In comparison, rifamycins inhibit RNA synthesis. These antibiotics bind to the RNA polymerase, the enzyme that produces RNA from DNA. They thereby block the first step in protein production.
It’s like cutting electricity to an entire factory; without RNA, the cell cannot produce proteins, halting metabolism and growth. This is highly stressful to bacteria and can quickly kill them.
Antibiotics blocking protein production: The ribosome hijackers
Other antibiotics directly inhibit the protein production step: To build proteins, bacteria produce a temporary working copy of those DNA instructions, the so-called messenger RNA or mRNA.
This molecule travels to the ribosome, which reads the mRNA and makes proteins from it. Since proteins are essential for metabolism, movement, growth and cell division, no cell can function without them.
Some antibiotics, like tetracycline, take advantage of this protein production vulnerability. By interfering with ribosomes, these antibiotics prevent them from producing proteins and eventually the bacterial cells from functioning.

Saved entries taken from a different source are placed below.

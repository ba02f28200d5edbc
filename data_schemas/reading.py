"""Read a data source (CSV, Parquet or DataFrame) into a raw DataFrame, untouched in meaning.

Line numbers: row ``i`` of the returned frame (its index label) sits on file line ``i + 2``
(header = line 1); blank lines are read as empty rows and then dropped, so the index keeps
counting them and line numbers stay exact. A DataFrame or Parquet row at position ``i`` is
reported as line ``i + 2``, the line it would have in a CSV with a header.
"""

from __future__ import annotations

import codecs
import os
import re
import warnings
from dataclasses import dataclass
from pathlib import Path

import numpy as np
import pandas as pd

from .checks_file import (
    first_undecodable_byte,
    line_at_offset,
    read_head,
    require_regular_file,
    unclosed_quote_line,
)
from .checks_structure import duplicate_column, header_fields, nested_cell
from .errors import StopwiseInputError

PARQUET_SUFFIXES = (".parquet", ".pq")
COMPRESSED_SUFFIXES = (".gz", ".bz2", ".zip", ".xz", ".zst")
SPREADSHEET_SUFFIXES = (".xlsx", ".xls", ".ods", ".json", ".feather", ".pkl", ".pickle")
_SNIFF_BYTES = 65536
_PARSER_LINE = re.compile(r"line (\d+)")


@dataclass(frozen=True)
class RawTable:
    """A read table (None when unreadable) and, if so, why: (problem kind, message, line),
    with the column concerned and the expectation when the message alone does not say."""

    frame: pd.DataFrame | None
    source: str
    failure: tuple[str, str, int | None] | None = None
    failure_column: str | None = None
    failure_expected: str | None = None


def source_name(source: object) -> str:
    if isinstance(source, pd.DataFrame):
        return "<DataFrame>"
    return str(source)


def read_table(source: str | os.PathLike[str] | pd.DataFrame) -> RawTable:
    """Read ``source``; the frame's index counts data rows from 0 (line = index + 2)."""
    if isinstance(source, pd.DataFrame):
        frame = source.reset_index(drop=True)
        return _checked_shape(frame, "<DataFrame>", list(frame.columns))
    if not isinstance(source, (str, os.PathLike)):
        raise StopwiseInputError(
            f"cannot read data from a {type(source).__name__}: expected a file path "
            "(CSV or Parquet) or a pandas DataFrame"
        )
    path = Path(source)
    name = str(source)
    require_regular_file(path, name)
    suffix = path.suffix.lower()
    head = read_head(path, name, _SNIFF_BYTES)
    if suffix in PARQUET_SUFFIXES or head.startswith(b"PAR1"):
        return _read_parquet(path, name)
    if suffix in SPREADSHEET_SUFFIXES:
        return RawTable(
            None, name, ("not_a_table", f"a {suffix} file; save the data as CSV or Parquet", None)
        )
    compressed = suffix in COMPRESSED_SUFFIXES
    if not compressed:
        if not head.strip():
            return RawTable(None, name, ("empty_file", "an empty file", None))
        why = _not_text(head)
        if why:
            line = _line_of_bad_byte(path) if "UTF-8" in why else None
            return RawTable(None, name, ("not_a_table", why, line))
    return _read_csv(path, name, head if not compressed else b"")


def _not_text(head: bytes) -> str:
    """Why these leading bytes are not a UTF-8 text table ('' when they look fine)."""
    if b"\x00" in head:
        return "binary data (NUL bytes)"
    try:
        codecs.getincrementaldecoder("utf-8")().decode(head, final=False)
    except UnicodeDecodeError as exc:
        return f"not UTF-8 text (undecodable byte at offset {exc.start})"
    text = head.decode("utf-8", errors="ignore")
    controls = sum(1 for ch in text if ord(ch) < 32 and ch not in "\r\n\t\f")
    if controls > max(2, len(text) // 100):
        return "binary data (control characters)"
    return ""


def _guess_separator(head: bytes) -> str:
    """',' unless the header line clearly uses ';' or a tab."""
    first = head.split(b"\n", 1)[0]
    counts = {",": first.count(b","), ";": first.count(b";"), "\t": first.count(b"\t")}
    best = max(counts, key=lambda k: counts[k])
    return best if counts[best] > counts[","] else ","


LABEL_COLUMNS = ("action", "outcome", "task", "choice")


def _header_names(head: bytes, sep: str) -> list[str]:
    first = head.split(b"\n", 1)[0].decode("utf-8", errors="ignore").lstrip("\ufeff")
    return [name.strip().strip('"') for name in first.rstrip("\r").split(sep)]


def _has_blank_lines(path: Path) -> bool:
    """True when the file holds an empty line (read in 16 MiB blocks)."""
    tail = b""
    with open(path, "rb") as fh:
        while block := fh.read(1 << 24):
            chunk = tail + block
            if b"\n\n" in chunk or b"\n\r\n" in chunk:
                return True
            tail = chunk[-2:]
    return False


def _read_csv(path: Path, name: str, head: bytes) -> RawTable:
    """Read with pandas' C parser. Blank lines are kept as empty rows (then dropped) only
    when the file has any, so that line numbers stay exact; label columns are read as
    categoricals, which is faster and smaller than text."""
    sep = _guess_separator(head) if head else ","
    options: dict = {"sep": sep}
    if not head or _has_blank_lines(path):
        options["skip_blank_lines"] = False
    if head.startswith(b"\xef\xbb\xbf") or not head:
        options["encoding"] = "utf-8-sig"
    labels = [c for c in _header_names(head, sep) if c in LABEL_COLUMNS] if head else []
    if labels:
        options["dtype"] = dict.fromkeys(labels, "category")
    try:
        with warnings.catch_warnings():
            warnings.simplefilter("ignore", pd.errors.DtypeWarning)
            frame = pd.read_csv(path, **options)
    except pd.errors.EmptyDataError:
        return RawTable(None, name, ("empty_file", "an empty file", None))
    except pd.errors.ParserError as exc:
        return _parser_failure(path, name, str(exc))
    except UnicodeDecodeError:
        found = first_undecodable_byte(path)
        if found is None:
            return RawTable(None, name, ("not_a_table", "not UTF-8 text", None))
        offset, byte = found
        why = f"not UTF-8 text (undecodable byte 0x{byte:02x} at offset {offset})"
        return RawTable(None, name, ("not_a_table", why, line_at_offset(path, offset)))
    except (ValueError, OSError) as exc:
        return RawTable(None, name, ("not_a_table", f"unreadable as CSV ({exc})", None))
    if options.get("skip_blank_lines") is False and len(frame.columns):
        frame = _drop_blank_rows(frame)
    names = header_fields(_first_line(head), sep) if head else _raw_header(path, sep)
    return _checked_shape(frame, name, names)


def _raw_header(path: Path, sep: str) -> list:
    """The header of a compressed CSV as written (pandas renames a repeated 'gain' to
    'gain.1' when it reads the table, so repeats are looked for here)."""
    return pd.read_csv(path, sep=sep, header=None, nrows=1, dtype=str).iloc[0].tolist()


def _first_line(head: bytes) -> str:
    return head.split(b"\n", 1)[0].decode("utf-8", errors="replace").rstrip("\r")


def _line_of_bad_byte(path: Path) -> int | None:
    found = first_undecodable_byte(path)
    return None if found is None else line_at_offset(path, found[0])


def _parser_failure(path: Path, name: str, text: str) -> RawTable:
    """The parser's complaint on the file's own line (it counts rows, not lines, when a
    quoted field is left open)."""
    if "EOF inside string" in text:
        line = unclosed_quote_line(path)
        what = "a closing quote for the quoted field that opens on this line"
        return RawTable(None, name, ("bad_row", what, line))
    match = _PARSER_LINE.search(text)
    line = int(match.group(1)) if match else None
    return RawTable(None, name, ("bad_row", _parser_message(text), line))


def _checked_shape(frame: pd.DataFrame, name: str, header: list) -> RawTable:
    """The frame with stripped column names, unless a name repeats (pandas would rename
    the second 'gain' to 'gain.1' and read it as a covariate) or a cell holds a list."""
    repeated = duplicate_column(header)
    if repeated is not None:
        found = (
            f"'{repeated.name}' again as column {repeated.again} (first as column {repeated.first})"
        )
        return RawTable(
            None,
            name,
            ("duplicate_column", found, 1),
            failure_column=repeated.name,
            failure_expected="each column name once (names are compared without the "
            "spaces around them)",
        )
    frame.columns = [str(c).strip() for c in frame.columns]
    nested = nested_cell(frame)
    if nested is not None:
        return RawTable(
            None,
            name,
            ("wrong_type", f"a {nested.type_name} of values", nested.row + 2),
            failure_column=nested.column,
            failure_expected="one value per cell (a number or a label, not a list)",
        )
    return RawTable(frame, name)


def _drop_blank_rows(frame: pd.DataFrame) -> pd.DataFrame:
    """Drop rows that are empty in every column (blank lines), keeping the index."""
    candidates = np.flatnonzero(frame.iloc[:, 0].isna().to_numpy())
    if len(candidates) == 0:
        return frame
    blank = frame.iloc[candidates].isna().all(axis=1).to_numpy()
    if not blank.any():
        return frame
    return frame.drop(index=frame.index[candidates[blank]])


def _parser_message(text: str) -> str:
    match = re.search(r"Expected (\d+) fields in line (\d+), saw (\d+)", text)
    if match:
        return f"{match.group(1)} fields as in the header (found {match.group(3)})"
    return f"a well-formed CSV row ({text.strip().splitlines()[-1]})"


def _read_parquet(path: Path, name: str) -> RawTable:
    try:
        frame = pd.read_parquet(path)
    except Exception as exc:  # pyarrow raises many types for corrupt files
        return RawTable(None, name, ("not_a_table", f"unreadable as Parquet ({exc})", None))
    frame = frame.reset_index(drop=True)
    return _checked_shape(frame, name, list(frame.columns))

Interestingly, not all protein-production inhibitors kill bacteria in the same way. Some antibiotics are bacteriostatic, which means they freeze growth without immediately killing the cell. The bacteria cannot make new proteins, so they can’t divide or repair themselves. Instead, the existing proteins remain active for a while, allowing the cell to survive in a weakened state.
Others, like aminoglycosides, are bactericidal. Instead of simply blocking ribosomes, they cause the ribosome to make mistakes and produce misfolded proteins. These faulty proteins build up inside the cell and damage essential structures, overwhelming the bacterium, so it eventually dies.
Antibiotics disrupting metabolic pathways
Lastly, some antibiotics target essential metabolic pathways that bacteria need to survive. For example, folate is an essential vitamin that all organisms need to grow and reproduce, and most bacteria have proteins to make their own folate. So, when antibiotics block these folate-producing proteins, the bacterium will eventually run out of folate and lose the ability to grow.
How different antibiotics kill bacteria
As we’ve seen in this post, antibiotics can impact bacteria in many different ways. But they all have the same goal: do the biggest damage possible. Antibiotics can damage a bacterium’s DNA, its protein production machinery, metabolic pathways or the cell envelope.
This damage is essentially stress for the bacterium: they must repair the damage or adapt their metabolisms to it. If they cannot cope with the damage or the stress, they’ll die. And remember, this was basically the antibiotic’s goal from the beginning.
But be aware: this stress can be both lethal and a driving force for bacterial evolution. As they learn to cope with the antibiotic and the stress, they become resistant. And in future articles, we will explore these bacterial learning processes and how they help make bacteria resistant to antibiotics.